American Cast Iron Pipe Company
- Company type: Private company
- Industry: Manufacturing
- Founded: 1905
- Headquarters: Birmingham, Alabama, USA
- Key people: Van L. Richey, President & CEO
- Products: ductile iron pipe, spiral-welded steel pipe, fire hydrants, valves, fire pumps, steel pipe, static castings
- Revenue: ▲$1.8 billion USD (2023)
- Number of employees: 3,000 (2010)
- Website: american-usa.com

= American Cast Iron Pipe Company =

American manufacturing company

American Cast Iron Pipe Company is a manufacturer of ductile iron pipe, spiral-welded steel pipe, fire hydrants, and valves for the waterworks industry, and electric-resistance-welded steel pipe for the oil and natural gas industry. Headquartered in Birmingham, Alabama, American's diversified product line also includes static castings and high performance fire pumps.

==History==
American was founded by Charlotte and James Blair. They recruited the initial investors, including John J. Eagan, who was the company's first president and later sole proprietor. In 1924, Eagan died of complications from tuberculosis. Upon his death, having previously acquired all of the stock of the company, he willed ownership of the company in a trust to its employees.

In the 1920s, American developed a proprietary Mono-Cast centrifugal casting method and increased pipe diameters to 24 inches (610 mm). The company also introduced cement-lined pipe, which became the industry standard. The Wall Street crash of 1929 had little effect on the company at first, but soon, business started to decline resulting in a loss of jobs. By the mid-1930s, government spending on municipal water supplies, fire protection, and sanitation brought a resurgence in business.

In 1939, business was further boosted by federal defense spending to support World War II. When the country entered the war, American began manufacturing steel parts for ships, planes, and tanks, which led to the creation of a new Special Products Division for steel products.

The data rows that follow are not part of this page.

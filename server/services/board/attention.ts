import type { Attention } from '#shared/api/board'
import { readJudgement } from '#server/database/check/queries'
import { boundsText } from '#server/database/bounds'
import { readContent } from '#server/database/content/queries'
import { findingQueries } from '#server/database/finding/queries'
import type { SiteBounds } from '#server/database/actor'
import type { AxisListRow } from '#server/database/axis-state/list'
import type { VaultDb } from '#server/database/prepared'
import { countWaiting, waitingGroups } from '#server/database/tray/queries'
import { againstKnownGood } from '../axes/axis-state'
import { overdueSince } from '../axes/overdue'
import { spokenPlace, valueWords } from '../change-words'
import { overdueSwaps } from '../swaps/overdue'
import { standingCounts, waived } from '../waivers/accepted'

type Item = Attention['items'][number]

/** How many of a group are named; the count says how many there are. */
const named = 5

interface Needing { readonly row: AxisListRow, readonly since: string | null }

/** What needs someone now, worst kind first and the longest waiting first within a kind; kinds without a case are left out. */
export function attention(db: VaultDb, sites: SiteBounds, rows: readonly AxisListRow[], now: string): Attention[] {
  const overdue = (row: AxisListRow) => overdueSince(row.state?.lastUploadAt ?? null, row.axis.uploadEveryHours, now)
  const group = (kind: Attention['kind'], applies: (row: AxisListRow) => boolean, since: (row: AxisListRow) => string | null, text: (needing: Needing) => string, rank: (row: AxisListRow) => number = () => 0): Attention => {
    const needing = rows.filter(applies).map(row => ({ row, since: since(row) })).sort((a, b) => rank(a.row) - rank(b.row) || ((a.since ?? '') < (b.since ?? '') ? -1 : 1))
    return { kind, count: needing.length, since: needing.map(each => each.since ?? '').sort()[0] || null, items: needing.slice(0, named).map(each => itemOf(each, text(each))) }
  }
  return [
    swapGroup(db, sites, now),
    findingGroup(db, sites),
    group('stop-check', ({ state }) => standingCounts(state, now).stop > 0, ({ current }) => current?.receivedAt ?? null, ({ row }) => firstStop(db, row, now)),
    group('off-known-good', ({ state }) => state?.status === 'off', ({ state }) => state?.offSince ?? null, ({ row }) => offText(db, row), weightOff),
    group('unmarked', ({ state }) => state?.status === 'unmarked', ({ mark, current }) => mark?.at ?? current?.receivedAt ?? null, () => 'read, and no version is known-good'),
    group('overdue', row => overdue(row) !== null, overdue, ({ row }) => `due every ${row.axis.uploadEveryHours} h`),
    group('never-read', ({ state }) => (state?.status ?? 'never-read') === 'never-read', ({ axis }) => axis.madeAt, ({ row }) => (row.unit?.serial ? `unit ${row.unit.serial} fitted, never read` : 'no unit fitted')),
    trayGroup(db, sites),
  ].filter(({ count }) => count > 0)
}

function itemOf({ row, since }: Needing, text: string): Item {
  return { axisId: row.axis.id, tag: row.axis.tag, versionId: row.current?.id ?? null, knownGoodId: row.marked?.id ?? null, findingId: null, text, since }
}

function firstStop(db: VaultDb, { axis, current }: AxisListRow, now: string): string {
  if (!current) return ''
  const { judgement } = waived(db, axis.id, readJudgement(db, current.id), () => readContent(db, current.contentId), now)
  const stops = judgement.results.filter(({ level }) => level === 'stop')
  return `${stops[0]?.message ?? ''}${stops.length > 1 ? ` And ${stops.length - 1} more.` : ''}`
}

/** Off in what can hurt goes before off in motion, and that before off in words. */
function weightOff({ state }: AxisListRow): number {
  return state?.offHarm ? 0 : state?.offMotion ? 1 : 2
}

/** The weightiest difference in words, and how many more there are. */
function offText(db: VaultDb, { axis, current, marked }: AxisListRow): string {
  const differences = (current && againstKnownGood(db, axis.id, current)?.told) ?? []
  const [first] = differences
  const more = differences.length > 1 ? `, and ${differences.length - 1} more` : ''
  return `${first ? `${spokenPlace(first)} ${valueWords(first)}${more}` : 'moves renumbered'}, against known-good v${marked?.number ?? '?'}`
}

function swapGroup(db: VaultDb, sites: SiteBounds, now: string): Attention {
  const late = overdueSwaps(db, now).filter(({ site }) => sites === null || sites.includes(site.id))
  const items = late.slice(0, named).map(({ swap, tag, serialIn }): Item => ({
    axisId: swap.axisId, tag, versionId: null, knownGoodId: null, findingId: null, since: swap.runningAt ?? swap.openedAt,
    text: swap.runningAt === null ? 'swap begun and not ended' : `runs with ${serialIn ?? 'another unit'}, not released`,
  }))
  return { kind: 'swap-unreleased', count: late.length, since: items[0]?.since ?? null, items }
}

function findingGroup(db: VaultDb, sites: SiteBounds): Attention {
  const queries = findingQueries(db)
  const bounds = boundsText(sites)
  const { count = 0, since = null } = queries.countWaiting.get({ sites: bounds }) ?? {}
  const items = queries.waiting.all({ sites: bounds, limit: named }).map(({ finding, state }): Item => {
    const [shown] = queries.versions.all({ findingId: finding.id, limit: 1 })
    const tag = shown?.tag ?? 'the vault'
    const what = finding.title.replace(new RegExp(`^${tag.replaceAll('.', '\\.')}:? `), '').replace(/\.$/, '')
    return { axisId: shown?.row.axisId ?? null, tag, versionId: shown?.row.versionId ?? null, knownGoodId: null, findingId: finding.id, text: `${what}; ${state === 'open' ? 'nobody has said why' : 'explained, to be closed'}`, since: finding.openedAt }
  })
  return { kind: 'finding', count, since, items }
}

function trayGroup(db: VaultDb, sites: SiteBounds): Attention {
  const { count, since } = countWaiting(db, sites)
  const items = count === 0
    ? []
    : waitingGroups(db, sites, 0, named).map(({ tray, upload, guessTag }): Item =>
        ({ axisId: tray.guessAxisId, tag: guessTag ?? tray.serial ?? upload.name ?? `file ${tray.id}`, versionId: null, knownGoodId: null, findingId: null, text: tray.detail, since: upload.receivedAt }))
  return { kind: 'tray', count, since, items }
}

In 1955, American shipped its first large order of ductile iron pipe. A new melting system in 1972, including the largest cupola of its kind in the world, would supply the new iron for this pipe, and American would move from a Sand Spun casting process to a generation of deLavaud metal molds, still used today.
Throughout the 1960s, American would continue to diversify, adding its valves and hydrants product line and gaskets.

In the early 1980s American expanded its steel pipe business and acquired Waterous Company of St. Paul, Minnesota, to add fire pumps to its product line and increase market share in valves and hydrants.

In 2000, American opened American SpiralWeld Pipe Company in Columbia, South Carolina, diversifying its product line to include spiral-welded steel pipe in diameters up to 144 inches (3,700 mm). In 2015, American began operations at a new spiral-welded pipe production facility in Flint, Michigan. A third facility opened in Paris, Texas, in 2021.

Its Steel Pipe Division would also see major developments. In 2015, American Steel Pipe completed a $70-million expansion, including a new 150,000-square-foot processing facility and upgrades to its two mills.

==Divisions==
ACIPCO has divisions for Steel Pipe, Ductile Iron Pipe (both based in Birmingham), Flow Control (valve- and hydrant-producing facilities in Beaumont, Texas, and South St. Paul, Minnesota), Spiral-Weld Pipe (in Columbia, South Carolina; Flint, Michigan; and Paris, Texas), and Castings (in Pryor, Oklahoma).